My 17 year old, will be 18 this year, daughter doesn't act her age. She was sexually abused when younger by her father and he also threatened to kill her and is in a group counseling for sexuallly abused kids. She is on meds for PTSD and depression. How ever I am concerned at her maturity and wondering what is going on. She plays with toys like she is a child. One day when I thought she was doing dishes and she wasnt i found her in my granddaughters playpen brushing our dog with my grandaughters hair brush. This is one example of what I am talking about. The other day she was in the tub with her swimsuit on playing with my younger daughters polly pockets. She does fine in school, when she applies her self. Socially she doesn't have alot of friends. We use to be close but she has drifted away. I find myself getting frustrated with her and feeling guilty for it. Im not sure where to go from here. I have told her counselors one said they all develope at their own rates.
I am wondering about my teens maturity level and what I should do about it.?
first of all: you knwo she is not normal, but you have to realize what this means. Her past, the meds, and the depression make her different. not lower mentally, probably more advanced. you cant approach this thinking like a normal person. youre never going to find your daughter in your own mind. try to get inside her shoes. think of things form her perspective when considering how to put somethign or tell her something.
i believe she does this bc she wants to be a child. when you grow up things get hard. you think and you care and you worry. things are complicated. when youre a child life is simple. life is black and white. fun and not fun. however, we know she cannot be a child forever. no one can pretend to be something theyre not for too long.
our mission is to amke her realize she must grow up, and help her do it.
first, i dont know what kind fo chores she does but dont expect her do a lot. build her list of responsibilities slowly.
get her active. make sure she spends at least 15minutes in the sunlight everyday.
dont let her use babytalk.
have her read, expand her vocabulary. use music, art, literature, even film to expand her mind through emotional intelligence.
she must hang out with people her own age. dont let her be alone too much. i dont mean alone as in she needs supervision, i mean alone as in she needs companionship to keep her mind on living and not on the past or her fears or whatever makes her most depressed or anything else.
so, main things she should do:
1. get out the house, hang out-with kids her age.
2. dont let her have too much lounge time
3. expand her mind through literature, music, film, and art.
if she needs a friend her age, i would love to be her friend. im 16, but close enough to her age. besides, i can relate to her in alot of ways.
be patient with her, i know its hard to have "different" children. i feel sorry for my mother everyday. but it will be okay. i promise.
I am wondering about my teens maturity level and what I should do about it.?
confront her about it but dont be mean
I am wondering about my teens maturity level and what I should do about it.?
Wow. Must be difficult to see her like that. Maybe you should join a support group, or the both of you, for sexual abuse survivors. Just to hear other people's stories and get some support other than from an impersonal doctor or therapist.
I am wondering about my teens maturity level and what I should do about it.?
She has a lot she is dealing with, and the meds probably don't help the progression rate, as they tend to downplay the emotions. I saw this same type of behavior in my Nephew, though once he went to college and quit taking his meds, he was fine. I am by no means suggesting whe stop medicating, that is for her and the doctor to decide. She will mature, just give her time and a loving environment.

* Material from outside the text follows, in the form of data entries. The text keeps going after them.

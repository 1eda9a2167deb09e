import { describe, expect, it } from 'vitest';
import { chunkPlan, raysInChunk } from '../../../src/lib/trace/chunk-plan';
import { createTally } from '../../../src/lib/trace/tally';
import { traceSync } from '../../../src/lib/trace/trace';
import { traceChunk } from '../../../src/lib/trace/trace-chunk';
import { demoScenario } from '../../../src/lib/scenario/defaults';
import { resolveScenario, toTracePackage, withDispersion } from '../../../src/lib/scenario';
import { withPhosphor } from '../../../src/lib/trace/white-light';
import { domePackage } from '../../support/fixtures';

describe('traceSync(pkg, options, onProgress)', () => {
  it('is the chunk plan traced in order: the same tally as tracing each chunk by hand', () => {
    const rays = 40_000;
    const byHand = createTally();
    const plan = chunkPlan(rays);
    for (let i = 0; i < plan.chunkCount; i++) traceChunk(domePackage(), i, raysInChunk(plan, i), 9, byHand);
    expect(traceSync(domePackage(), { rays, seed: 9 })).toEqual(byHand);
  });

  it('compiles the scene once for the run: a phosphor package with per-ray dispersion traces as on a fresh compile per chunk', () => {
    // the run's scene is rewritten at each ray's wavelength (indices) and re-emission; no state may carry over
    const base = demoScenario();
    const phosphor = { kind: 'table' as const, coefficients: [[300, 2, 0.5, 0.3], [800, 2, 0.5, 0.3]] as [number, number, number, number][], emission: [[560, 1], [600, 1]] as [number, number][], quantumYield: 0.9 };
    const pkg = withPhosphor(withDispersion(toTracePackage(base), base, resolveScenario(base)), phosphor, [[450, 1], [460, 1]]);
    const rays = 20_000;
    const byHand = createTally();
    const plan = chunkPlan(rays);
    for (let i = 0; i < plan.chunkCount; i++) traceChunk(pkg, i, raysInChunk(plan, i), 5, byHand);
    const once = traceSync(pkg, { rays, seed: 5 });
    expect(once.parts['phosphor:encapsulant']).toBeGreaterThan(0);
    expect(once).toEqual(byHand);
  });

  it('reports progress after each chunk, ending at the total', () => {
    const seen: number[] = [];
    traceSync(domePackage(), { rays: 40_000, seed: 1 }, (done, total) => {
      expect(total).toBe(40_000);
      seen.push(done);
    });
    expect(seen).toEqual([16384, 32768, 40000]);
  });

  it('rejects bad input with a RangeError before tracing', () => {
    expect(() => traceSync(domePackage(), { rays: 0, seed: 1 })).toThrow(/rays must be an integer/);
    expect(() => traceSync({ ...domePackage(), outsideN: 0 }, { rays: 10, seed: 1 })).toThrow(/outsideN must be/);
  });

  it('changes the result with the seed', () => {
    expect(traceSync(domePackage(), { rays: 2000, seed: 1 })).not.toEqual(traceSync(domePackage(), { rays: 2000, seed: 2 }));
  });
});
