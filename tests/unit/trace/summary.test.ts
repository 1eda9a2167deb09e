import { describe, expect, it } from 'vitest';
import { ledgerPartLabel, summarize } from '../../../src/lib/trace/summary';
import { POLAR_BINS, createTally } from '../../../src/lib/trace/tally';
import { assertInDelta } from '../../support/assert';

const RAD = Math.PI / 180;

/** A tally whose histogram holds the exact expected counts of an emitter with intensity ∝ f(θ). */
function tallyFor(intensity: (thetaDeg: number) => number, escaped: number) {
  const t = createTally();
  // counts ∝ ∫ f(θ) 2π sin θ dθ over each 1° bin (midpoint rule on 20 sub-steps)
  let sum = 0;
  for (let i = 0; i < POLAR_BINS; i++) {
    let w = 0;
    for (let k = 0; k < 20; k++) {
      const th = i + (k + 0.5) / 20;
      w += intensity(th) * Math.sin(th * RAD);
    }
    t.polarHistogram[i] = w;
    sum += w;
  }
  for (let i = 0; i < POLAR_BINS; i++) t.polarHistogram[i] *= escaped / sum;
  t.launched = 2 * escaped;
  t.escaped = escaped;
  t.absorbedChip = escaped;
  return t;
}

describe('summarize(tally)', () => {
  // Lambertian I(θ) = I0 cos θ, I0 = Φ/π, full width at half maximum 120° (common practice).
  it('reads a Lambertian histogram as relative intensity cos θ, beam angle 120° and on-axis ≈ 1', () => {
    const s = summarize(tallyFor((th) => Math.max(0, Math.cos(th * RAD)), 1e6));
    // 5-bin smoothing of cos θ and the 20-step midpoint rule: ±0.2° on the beam angle
    assertInDelta(s.farField.beamAngleDeg ?? NaN, 120, 0.2);
    // mean over the 0–5° cap of cos θ is (1 + cos 5°)/2 = 0.99810 (midpoint rule error < 1e-4)
    assertInDelta(s.farField.onAxisVsLambertian ?? NaN, (1 + Math.cos(5 * RAD)) / 2, 1e-4);
    for (const b of s.farField.bins.filter((_, i) => i % 15 === 7)) {
      assertInDelta(b.relativeIntensity, Math.max(0, Math.cos(b.thetaDeg * RAD)), 2e-3);
    }
  });

  it('reads an isotropic upper hemisphere as intensity 1/2 of the Lambertian peak and a 180° beam', () => {
    const s = summarize(tallyFor((th) => (th < 90 ? 1 : 0), 1e6));
    assertInDelta(s.farField.onAxisVsLambertian ?? NaN, 0.5, 1e-4);
    assertInDelta(s.farField.beamAngleDeg ?? NaN, 180, 1);
  });

  it('bounds the beam angle at 180°: light still above half its peak below the horizon gets a sentence, not 200°', () => {
    // Uniform intensity out to 100° from the normal: the half maximum lies about 10° below the horizon.
    const s = summarize(tallyFor((th) => (th < 100 ? 1 : 0), 1e6));
    expect(s.farField.beamAngleDeg).toBeNull();
    expect(s.farField.beamAngleNote).toMatch(/^Wider than 180°: .* falls to half only 10\.\d° below it/);
    const lambert = summarize(tallyFor((th) => Math.max(0, Math.cos(th * RAD)), 1e6));
    expect(lambert.farField.beamAngleNote).toBeNull();
  });

  it('gives the binomial standard error √(p(1 − p)/N) and ledger fractions that sum to 1', () => {
    const t = createTally();
    t.launched = 1000;
    t.escaped = 400;
    t.absorbedChip = 300;
    t.absorbedEncapsulant = 100;
    t.absorbedBase = 150;
    t.lost = 50;
    const s = summarize(t);
    expect(s.extraction).toBe(0.4);
    assertInDelta(s.stderr, Math.sqrt((0.4 * 0.6) / 1000), 1e-16);
    const l = s.ledger;
    assertInDelta(l.escaped + l.chip + l.encapsulant + l.base + l.lost, 1, 1e-15);
    expect(s.counts).toEqual({ rays: 1000, escaped: 400, chip: 300, encapsulant: 100, base: 150, lost: 50, escapedBelowHorizon: 0 });
  });

  it('flags rays lost at the event cap with a note, and geometry errors with another', () => {
    const t = createTally();
    t.launched = 100;
    t.escaped = 100;
    expect(summarize(t).trappedNote).toBeNull();
    expect(summarize(t).geometryNote).toBeNull();
    t.escaped = 90;
    t.lost = 10;
    t.geometryErrors = 2;
    const s = summarize(t);
    expect(s.trappedNote).toMatch(/^8\.0 % of rays reached the event cap/);
    expect(s.geometryNote).toMatch(/^2 rays stopped on a geometry error/);
  });

  it('reports null beam angle and on-axis intensity, and zero bins, when nothing escaped (never NaN)', () => {
    const t = createTally();
    t.launched = 10;
    t.absorbedChip = 10;
    const s = summarize(t);
    expect(s.farField.beamAngleDeg).toBeNull();
    expect(s.farField.onAxisVsLambertian).toBeNull();
    expect(s.farField.bins).toHaveLength(180);
    expect(s.farField.bins.every((b) => b.relativeIntensity === 0)).toBe(true);
    expect(Number.isNaN(s.stderr)).toBe(false);
    expect(summarize(createTally()).extraction).toBe(0);
  });
});

describe('ledgerPartLabel', () => {
  it('names each kind of ledger bin in words for the tables', () => {
    expect(ledgerPartLabel({ kind: 'escaped', part: 'dome' })).toBe('escaped through the dome');
    expect(ledgerPartLabel({ kind: 'medium', part: 'GaN' })).toBe('absorbed in the GaN');
    expect(ledgerPartLabel({ kind: 'surface', part: 'base' })).toBe('absorbed at the base');
    expect(ledgerPartLabel({ kind: 'phosphor', part: 'encapsulant' })).toBe('phosphor heat in the encapsulant');
    expect(ledgerPartLabel({ kind: 'lost', part: 'event cap' })).toBe('lost (event cap)');
  });
});
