import { describe, expect, it } from 'vitest';
import { prepareOptic } from '../../../src/lib/optic-trace/optic-run';
import { compileScene } from '../../../src/lib/trace/compile-scene';
import { chunkPlan, raysInChunk } from '../../../src/lib/trace/chunk-plan';
import { createTally } from '../../../src/lib/trace/tally';
import { traceSceneChunk } from '../../../src/lib/trace/trace-chunk';
import type { SceneDescription } from '../../../src/lib/trace/scene';

function traced(scene: SceneDescription, rays: number) {
  const compiled = compileScene(scene);
  const plan = chunkPlan(rays);
  const tally = createTally();
  for (let i = 0; i < plan.chunkCount; i++) traceSceneChunk(compiled, i, raysInChunk(plan, i), 7, tally);
  return tally;
}

describe('opticParts: flat faces as discs', () => {
  it.each(['lens', 'tir'] as const)('a %s traces exactly as with every face a sampled profile (same planes, same random numbers)', (type) => {
    const prepared = prepareOptic({
      design: { type, exitDiameterMm: 20, heightMm: 12, gapMm: 0.2, material: 'pmma' },
      source: { kind: 'lambertian', shape: 'rect', widthMm: 1 },
      rays: 20_000,
      seed: 7
    });
    const scene = prepared.optic.scene;
    const discs = scene.surfaces.filter((s) => s.name.startsWith('optic ') && s.shape.kind === 'disc');
    expect(discs.map((s) => s.name)).toContain('optic exit');
    // the same scene with the design's own profiles for those faces
    const asProfiles: SceneDescription = {
      ...scene,
      surfaces: scene.surfaces.map((s) => {
        const face = prepared.design.surfaces.find((f) => `optic ${f.name}` === s.name);
        if (!face || s.shape.kind !== 'disc') return s;
        return { ...s, shape: { kind: 'revolution', r: Float64Array.from(face.r), z: face.z.map((z) => z + prepared.optic.zOffsetMm) } };
      })
    };
    expect(traced(scene, 20_000)).toEqual(traced(asProfiles, 20_000));
  });
});
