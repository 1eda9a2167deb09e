/**
 * SceneSurface.finalExit is a shortcut, never a change of result: a ray leaving a convex package through
 * a marked surface meets nothing more (a convex solid is left for good; common practice in ray
 * tracing, e.g. M. Pharr, W. Jakob, G. Humphreys, Physically Based Rendering, 3rd ed., §3.1 on
 * ray–convex-shape intersections). The same chunk traced with and without the marks gives the same
 * ledger bit for bit, and the builders mark exactly the surfaces of convex outsides.
 */
import { describe, expect, it } from 'vitest';
import { compileScene } from '../../../src/lib/trace/compile-scene';
import { flipChipOnSapphire } from '../../../src/lib/trace/chip-presets';
import { packageScene } from '../../../src/lib/trace/package-scene';
import type { TracePackage } from '../../../src/lib/trace/package-spec';
import { createTally } from '../../../src/lib/trace/tally';
import { traceSceneChunk } from '../../../src/lib/trace/trace-chunk';
import { NO_ENCAPSULANT, cupPackage, domePackage, withEncapsulant } from '../../support/fixtures';

const cup = cupPackage(flipChipOnSapphire());
const cupDome = (radiusMm: number): TracePackage => ({
  ...cup,
  encapsulant: { ...cup.encapsulant, radiusMm, heightMm: 0.6 },
  body: { ...(cup.body as object), fill: 'dome' } as TracePackage['body']
});
const cases: [string, TracePackage, string[]][] = [
  ['dome', domePackage(), ['dome']],
  ['cylinder', withEncapsulant(domePackage(), { shape: 'cylinder', radiusMm: 2.5, heightMm: 1, n: 1.41, absorptionPerMm: 0.001 }), ['cylinder side', 'cylinder top']],
  ['bare chip', withEncapsulant(domePackage(), NO_ENCAPSULANT), ['chip top', 'chip +x', 'chip −x', 'chip +y', 'chip −y']],
  ['cup, flat fill', cup, ['cup top']],
  ['cup, dome filling the rim', cupDome(1.5), ['dome']],
  // the annulus beside a narrower dome can send rays back onto the dome: nothing is final
  ['cup, dome and rim annulus', cupDome(1.2), []],
  ['empty cup', { ...cup, body: { ...(cup.body as object), fill: 'none' } as TracePackage['body'] }, []]
];

describe('final exits (SceneSurface.finalExit)', () => {
  it.each(cases)('%s: marks exactly the convex outside and traces the same ledger without the marks', (_, pkg, marked) => {
    const scene = compileScene(packageScene(pkg));
    expect(scene.surfaceNames.filter((_, i) => scene.finalExit[i] === 1)).toEqual(marked);
    const withMarks = traceSceneChunk(scene, 0, 4000, 7, createTally());
    const unmarked = { ...scene, finalExit: new Uint8Array(scene.finalExit.length) };
    const without = traceSceneChunk(unmarked, 0, 4000, 7, createTally());
    expect(withMarks.parts).toEqual(without.parts);
    expect(Array.from(withMarks.polarHistogram)).toEqual(Array.from(without.polarHistogram));
    expect(withMarks.events).toBe(without.events);
  });
});
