import { describe, expect, it } from 'vitest';
import { CHUNK_SIZE, chunkPlan, dealSceneUnits, raysInChunk } from '../../../src/lib/trace/chunk-plan';

describe('chunkPlan(rays)', () => {
  it.each([1, 16383, 16384, 16385, 1_000_000])('covers exactly %i rays in chunks of 16384', (rays) => {
    const plan = chunkPlan(rays);
    expect(plan.chunkSize).toBe(CHUNK_SIZE);
    expect(plan.chunkCount).toBe(Math.ceil(rays / CHUNK_SIZE));
    let sum = 0;
    for (let i = 0; i < plan.chunkCount; i++) {
      const n = raysInChunk(plan, i);
      expect(n).toBeGreaterThan(0);
      if (i < plan.chunkCount - 1) expect(n).toBe(CHUNK_SIZE);
      sum += n;
    }
    expect(sum).toBe(rays);
    expect(raysInChunk(plan, plan.chunkCount)).toBe(0);
  });
});

describe('dealSceneUnits(plan, scenes, w, count)', () => {
  it.each([1, 2, 3, 5, 8])('deals every (scene, chunk) unit of 3 scenes × 7 chunks to exactly one of %i workers', (count) => {
    const plan = chunkPlan(6 * CHUNK_SIZE + 100);
    const seen = new Map<string, number>();
    for (let w = 0; w < count; w++) {
      const units = dealSceneUnits(plan, 3, w, count);
      for (let j = 0; j < units.length; j += 2) {
        const key = `${units[j]},${units[j + 1]}`;
        seen.set(key, (seen.get(key) ?? 0) + 1);
      }
    }
    expect(seen.size).toBe(21);
    expect([...seen.values()].every((n) => n === 1)).toBe(true);
  });

  it('gives a worker beyond the units nothing', () => {
    expect(dealSceneUnits(chunkPlan(10), 1, 3, 4)).toHaveLength(0);
  });
});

I am wondering about my teens maturity level and what I should do about it.?
My goodness that is a lot on the plate for both you and your daughter. Her maturity level will change as she deals with what has happened to her, but it will take time. See if she can get some individual counseling too. It sounds at this point like her maturity level has stopped- much like a clock stops. Hopefully the individual counseling will help her get back on track. I hope and pray that she will get better soon.